Clint Eastwood’s favourite Billy Bob Thornton movie: “It had a soul to it”
Other than their shared status as Academy Award-winning filmmakers, Billy Bob Thornton and Clint Eastwood haven’t travelled in the same circles or entered each other’s orbit too often, only once kind of working together on James Keach’s 1995 drama, The Stars Fell on Henrietta.
It was a family affair, with Eastwood producing a film he wasn’t acting in or directing for the only the second time, which may have had something to do with his then-partner, Frances Fisher, being part of the cast and his daughter, Francesca, making her acting debut. However, Thornton appeared as part of the supporting cast and claimed to channel the four-time Oscar-winning icon’s spirit once, sharing that “there’s a certain sort of Clint Eastwood” in his performance as Lorne Malvo in the first season of Fargo.
One fathoms that if they ever found themselves in the same room, they’d probably end up discussing westerns. The Gary Cooper starrer western High Noon is Thornton’s favourite movie of all time, and nobody apart from John Wayne has ever become as intrinsically linked to the genre as Eastwood. Naturally, there is plenty of common ground between the two, despite their lack of a professional partnership.
Thornton proved himself a dab hand at filmmaking when he adapted his short film Sling Blade into a feature-length directorial debut, nabbing an Oscar for ‘Best Adapted Screenplay’ and landing a shout-out for ‘Best Actor’. To bolster the connection further, Eastwood saw his fledgling efforts and was coloured impressed. There’s arguably nobody who’s pulled double duty on both sides of the camera better, and definitely not for longer, than Eastwood, which is why he’s so often cited as the pinnacle, and any actor with designs on directing tends to view him as the benchmark.

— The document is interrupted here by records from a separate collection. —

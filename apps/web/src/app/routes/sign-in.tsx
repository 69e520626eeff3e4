import Link from '@mui/material/Link';
import Typography from '@mui/material/Typography';
import { Link as RouterLink, useNavigate } from 'react-router-dom';
import { CenteredCard } from '../../components/layouts/centered-card';
import { paths } from '../../config/paths';
import { SignInForm } from '../../features/auth/components/sign-in-form';
import { useReturnPath } from './use-return-path';

export default function SignInRoute() {
  const navigate = useNavigate();
  const { next, carry } = useReturnPath();
  return (
    <CenteredCard
      title="Sign in"
      intro={carry ? 'Sign in to carry on where you were.' : 'Welcome back to the kitchen.'}
    >
      <SignInForm onSignedIn={() => void navigate(next, { replace: true })} />
      <Typography>
        New to Jarday?{' '}
        <Link component={RouterLink} to={paths.register(carry)}>
          Create an account
        </Link>
      </Typography>
    </CenteredCard>
  );
}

“The other night I was watching Sling Blade,” he informed Robert Denerstein, “I thought the directing choices were very interesting. The movie had a soul to it. Unfortunately, sitcom-type directing is coming into the new generation. They’re raised on it.” In typical old man fashion, he didn’t like what those whippersnappers were up to, but Thornton was an exception.

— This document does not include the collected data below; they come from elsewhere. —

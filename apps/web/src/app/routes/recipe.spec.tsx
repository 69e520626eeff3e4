import { rulesOf, type KitchenView, type PlanAnswer, type RecipeView } from '@jarday/contracts';
import { CAUTIONS, planProcess } from '@jarday/rules';
import { screen, waitFor, within } from '@testing-library/react';
import { Route, Routes } from 'react-router-dom';
import { describe, expect, it } from 'vitest';
import { stubFetch } from '../../testing/fetch-stub';
import { orchardKitchen } from '../../testing/fixtures';
import { renderWithProviders } from '../../testing/render';
import { bath, tomatoesInWater, weightedCanner } from '../../features/recipes/testing/recipe-fixtures';
import RecipeRoute from './recipe';

const kitchenPath = `/api/kitchens/${orchardKitchen.id}`;

/** The plan the server answers with: the rules' own plan for the recipe at the kitchen in the bath canner. */
function serverPlan(
  recipe: RecipeView,
  kitchen: KitchenView,
  jarSize: 'pint' | 'quart',
  pack: 'hot' | 'raw',
): PlanAnswer {
  const result = planProcess({ recipe: rulesOf(recipe), jarSize, pack, altitude: kitchen.altitude, canner: bath });
  if (!result.ok) throw new Error(result.reason.message);
  return { ok: true, plan: result.plan, cautions: result.plan.cautionIds.map((id) => CAUTIONS[id]) };
}

function renderRecipePage(opts: {
  recipe?: RecipeView;
  kitchen?: KitchenView;
  plan?: (url: URL) => PlanAnswer;
  routes?: Parameters<typeof stubFetch>[0];
}) {
  const recipe = opts.recipe ?? tomatoesInWater();
  const kitchen = opts.kitchen ?? orchardKitchen;
  const plan =
    opts.plan ??
    ((url: URL) =>
      serverPlan(recipe, kitchen, url.searchParams.get('jarSize') as 'pint', url.searchParams.get('pack') as 'hot'));
  const stub = stubFetch({
    [`GET ${kitchenPath}`]: { status: 200, body: kitchen },
    [`GET ${kitchenPath}/recipes/${recipe.id}`]: { status: 200, body: recipe },
    [`GET ${kitchenPath}/canners`]: { status: 200, body: [bath, weightedCanner] },
    ...opts.routes,
  });
  // The plan's query string decides its answer, and the table stub keys on paths only: read the URL here.
  const planPath = `${kitchenPath}/recipes/${recipe.id}/plan`;
  const planUrls: URL[] = [];
  const stubbed = stub.fetchMock.getMockImplementation()!;
  stub.fetchMock.mockImplementation(async (input, init) => {
    // The app's client always passes the address as a string.
    const url = new URL(input as string, 'http://jarday.test');
    if (url.pathname === planPath) {
      planUrls.push(url);
      return new Response(JSON.stringify(plan(url)), { status: 200, headers: { 'Content-Type': 'application/json' } });
    }
    return stubbed(input, init);
  });
  const r = renderWithProviders(
    <Routes>
      <Route path="/kitchens/:kitchenId/recipes/:recipeId" element={<RecipeRoute />} />
      <Route path="/kitchens/:kitchenId/recipes" element={<h1>The recipe box</h1>} />
    </Routes>,
    { route: `/kitchens/${kitchen.id}/recipes/${recipe.id}` },
  );
  return { ...r, stub, planUrls };
}

describe('the recipe page', () => {
  it("highlights the kitchen's own band in the process table", async () => {
    renderRecipePage({});
    // 1,250 ft falls in the 1,001-3,000 ft band of the USDA Guide 3 table.
    const mine = await screen.findByRole('columnheader', { name: /1,001–3,000 ft/ });
    expect(mine.getAttribute('aria-current')).toBe('true');
    expect(within(mine).getByText('Your kitchen')).toBeTruthy();
    for (const other of ['0–1,000 ft', '3,001–6,000 ft', 'Above 6,000 ft']) {
      expect(screen.getByRole('columnheader', { name: other }).getAttribute('aria-current')).toBeNull();
    }
    const pintHot = screen.getByRole('row', { name: /^Pint jars, hot pack/ });
    const current = within(pintHot)
      .getAllByRole('cell')
      .filter((c) => c.getAttribute('aria-current') === 'true');
    expect(current.map((c) => c.textContent)).toEqual(['45 min']);
  });

  it('moves the highlight with the altitude: 2,000 m is above 6,000 ft', async () => {
    renderRecipePage({ kitchen: { ...orchardKitchen, altitude: { value: 2000, unit: 'm' } } });
    const top = await screen.findByRole('columnheader', { name: /Above 6,000 ft/ });
    expect(top.getAttribute('aria-current')).toBe('true');
    expect(screen.getByRole('columnheader', { name: '1,001–3,000 ft' }).getAttribute('aria-current')).toBeNull();
  });

  it("shows the server's plan for the chosen jar and asks again when the choice changes", async () => {
    const { user, planUrls } = renderRecipePage({});
    await waitFor(() => expect(screen.getByLabelText('Process time').textContent).toBe('45 minutes'));
    expect(planUrls[0]?.searchParams.get('cannerId')).toBe(bath.id);
    expect(planUrls[0]?.searchParams.get('pack')).toBe('hot');

    await user.selectOptions(screen.getByLabelText('Jar size and pack'), 'quart/hot');
    // USDA Guide 3: quarts, 50 min at 1,001-3,000 ft.
    await waitFor(() => expect(screen.getByLabelText('Process time').textContent).toBe('50 minutes'));
    expect(planUrls.at(-1)?.searchParams.get('jarSize')).toBe('quart');
  });

  it('shows a refusal from the server as its message, not as a failure', async () => {
    const message =
      'Whole or halved tomatoes in water has a tested boiling-water process only; choose a boiling-water canner.';
    const { user, planUrls } = renderRecipePage({
      plan: (url) =>
        url.searchParams.get('cannerId') === weightedCanner.id
          ? { ok: false, reason: { code: 'method-mismatch', message } }
          : serverPlan(tomatoesInWater(), orchardKitchen, 'pint', 'hot'),
    });
    await screen.findByLabelText('Process time');

    await user.selectOptions(screen.getByLabelText('Canner'), weightedCanner.id);
    expect(await screen.findByText(message)).toBeTruthy();
    expect(screen.getByText('No plan for this choice')).toBeTruthy();
    expect(screen.queryByLabelText('Process time')).toBeNull();
    expect(planUrls.at(-1)?.searchParams.get('cannerId')).toBe(weightedCanner.id);
  });

  it('carries the untested badge for a recipe that is not tested, and not for a tested one', async () => {
    const first = renderRecipePage({ recipe: tomatoesInWater({ tested: false }) });
    expect(await screen.findByRole('heading', { level: 1, name: 'Whole or halved tomatoes in water' })).toBeTruthy();
    // On the page and again on the plan itself.
    await waitFor(() => expect(screen.getAllByText('Not a tested recipe')).toHaveLength(2));
    first.unmount();

    renderRecipePage({});
    await screen.findByLabelText('Process time');
    expect(screen.queryByText('Not a tested recipe')).toBeNull();
  });

  it('offers Edit and Delete to a lead only', async () => {
    const lead = renderRecipePage({});
    expect(await screen.findByRole('link', { name: 'Edit' })).toBeTruthy();
    expect(screen.getByRole('button', { name: 'Delete' })).toBeTruthy();
    lead.unmount();

    renderRecipePage({ kitchen: { ...orchardKitchen, role: 'helper' } });
    await screen.findByRole('heading', { level: 1, name: 'Whole or halved tomatoes in water' });
    expect(screen.queryByRole('link', { name: 'Edit' })).toBeNull();
    expect(screen.queryByRole('button', { name: 'Delete' })).toBeNull();
  });

  it('deletes the recipe after asking, then goes back to the recipe box', async () => {
    const recipe = tomatoesInWater();
    const deleteKey = `DELETE ${kitchenPath}/recipes/${recipe.id}`;
    const { user, stub } = renderRecipePage({ recipe, routes: { [deleteKey]: { status: 204 } } });

    await user.click(await screen.findByRole('button', { name: 'Delete' }));
    expect(stub.to(deleteKey)).toHaveLength(0);
    const dialog = screen.getByRole('dialog', { name: `Delete ${recipe.name}?` });
    await user.click(within(dialog).getByRole('button', { name: 'Delete recipe' }));

    expect(await screen.findByRole('heading', { name: 'The recipe box' })).toBeTruthy();
    expect(stub.to(deleteKey)).toHaveLength(1);
  });
});
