import type { JarRecordView } from '@jarday/contracts';
import { CAUTIONS, JAR_SIZE_LABELS, SPOILAGE_SOURCE } from '@jarday/rules';
import Alert from '@mui/material/Alert';
import AlertTitle from '@mui/material/AlertTitle';
import Button from '@mui/material/Button';
import Card from '@mui/material/Card';
import CardContent from '@mui/material/CardContent';
import Stack from '@mui/material/Stack';
import Typography from '@mui/material/Typography';
import { useQuery } from '@tanstack/react-query';
import { Link as RouterLink, useParams } from 'react-router-dom';
import { Loading, QueryError } from '../../components/ui/query-state';
import { paths } from '../../config/paths';
import { useSessionStatus } from '../../features/auth/stores/session-store';
import { METHOD_LABELS } from '../../features/canners/utils/canner-labels';
import { api, ApiError } from '../../lib/api-client';
import { formatDate } from '../../lib/labels';

const SEAL_WORDS: Record<NonNullable<JarRecordView['seal']>, string> = {
  sealed: 'Sealed when checked',
  unsealed: 'Did not seal when checked',
  broken: 'Broken when checked',
};

const day = (ymd: string) => formatDate(`${ymd}T12:00:00`);

function Fact({ label, value }: { label: string; value: string }) {
  return (
    <Stack direction={{ xs: 'column', sm: 'row' }} spacing={{ xs: 0, sm: 2 }}>
      <Typography sx={{ color: 'text.secondary', minWidth: 170 }}>{label}</Typography>
      <Typography sx={{ fontWeight: 500 }}>{value}</Typography>
    </Stack>
  );
}

function Record({ r }: { r: JarRecordView }) {
  const jar = r.jarNumber !== null && r.loadNumber !== null ? ` · load ${r.loadNumber}, jar ${r.jarNumber}` : '';
  const suspect = r.seal === 'unsealed' || r.seal === 'broken';
  return (
    <Stack spacing={3}>
      <Stack spacing={0.5}>
        <Typography variant="h1">{r.product}</Typography>
        <Typography variant="h4" component="p" sx={{ color: 'text.secondary' }}>
          Lot {r.code}
          {jar}
        </Typography>
      </Stack>
      {r.flagged ? (
        <Alert severity="error" variant="filled">
          <AlertTitle>{CAUTIONS['spoiled-lot'].title}</AlertTitle>A jar of this lot was reported spoiled.{' '}
          {CAUTIONS['spoiled-lot'].text}
        </Alert>
      ) : null}
      {suspect ? (
        <Alert severity="warning">
          <AlertTitle>{CAUTIONS['unsealed-jar'].title}</AlertTitle>
          {CAUTIONS['unsealed-jar'].text}
        </Alert>
      ) : null}
      <Card variant="outlined">
        <CardContent>
          <Stack spacing={1.5}>
            <Fact label="Canned on" value={day(r.dayDate)} />
            <Fact label="Jar" value={JAR_SIZE_LABELS[r.jarSize]} />
            <Fact label="Processed in" value={METHOD_LABELS[r.method]} />
            {r.processMinutes !== null ? (
              <Fact
                label="Process time"
                value={`${r.processMinutes} min at ${r.altitude.value.toLocaleString('en-US')} ${r.altitude.unit}`}
              />
            ) : null}
            {r.seal ? <Fact label="Seal" value={SEAL_WORDS[r.seal]} /> : null}
            <Fact label="Best quality by" value={day(r.bestBy)} />
          </Stack>
        </CardContent>
      </Card>
      <Alert severity="info">
        <AlertTitle>Before you open it</AlertTitle>
        <Typography sx={{ mb: 1 }}>
          Look first: the lid should be pulled down and stay down when pressed. If anything looks or smells wrong, or
          you simply are not sure, do not taste it to find out. Throw it out as below.
        </Typography>
        <Typography sx={{ mb: 1 }}>{CAUTIONS['suspect-jars'].text}</Typography>
        <Typography variant="body2">Source: {SPOILAGE_SOURCE}. Your local extension service can advise.</Typography>
      </Alert>
      {r.member ? (
        <Button
          component={RouterLink}
          to={paths.lot(r.member.kitchenId, r.member.lotId)}
          variant="contained"
          size="large"
          sx={{ alignSelf: 'flex-start' }}
        >
          Open lot {r.code} in {r.member.kitchenName}
        </Button>
      ) : null}
    </Stack>
  );
}

/** /r/:ref: what a jar label's QR code opens, readable on a phone by anyone holding the jar. */
export default function JarRecordRoute() {
  const { ref = '' } = useParams();
  const status = useSessionStatus();
  // Wait for the session check, so a member gets the member view on the first answer.
  const record = useQuery({
    queryKey: ['jar-record', ref, status],
    queryFn: () => api.get<JarRecordView>(`/records/${encodeURIComponent(ref)}`),
    enabled: status !== 'unknown',
    retry: false,
  });
  if (record.isPending) return <Loading label="Loading the jar's record" />;
  if (record.isError) {
    if (record.error instanceof ApiError && (record.error.status === 404 || record.error.status === 400)) {
      return (
        <Alert severity="error">
          No jar has this label. Check the code, or ask the people who gave you the jar. When in doubt about a
          home-canned jar, do not taste it.
        </Alert>
      );
    }
    return <QueryError error={record.error} onRetry={() => void record.refetch()} />;
  }
  return <Record r={record.data} />;
}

The picture’s creator, writer, director, and leading man has frequently cited Sling Blade as the single most important movie of his career, because it is. Before it was released, Thornton was a struggling character actor who’d been in a few movies but hadn’t quite made a name for himself. After sowing his own luck and reaping the rewards, it became the making of him, and he hasn’t looked back since.
It’s easy to see why a slow-burning, unfussy, unhurried, impeccably acted, and character-driven drama set in rural America would appeal to Eastwood, because he’s been telling those types of stories for the last 50 years. Whether Thornton caught wind of his praise remains unknown, but for someone who grew up watching his films, he’d have worn it like a badge of honour if he did.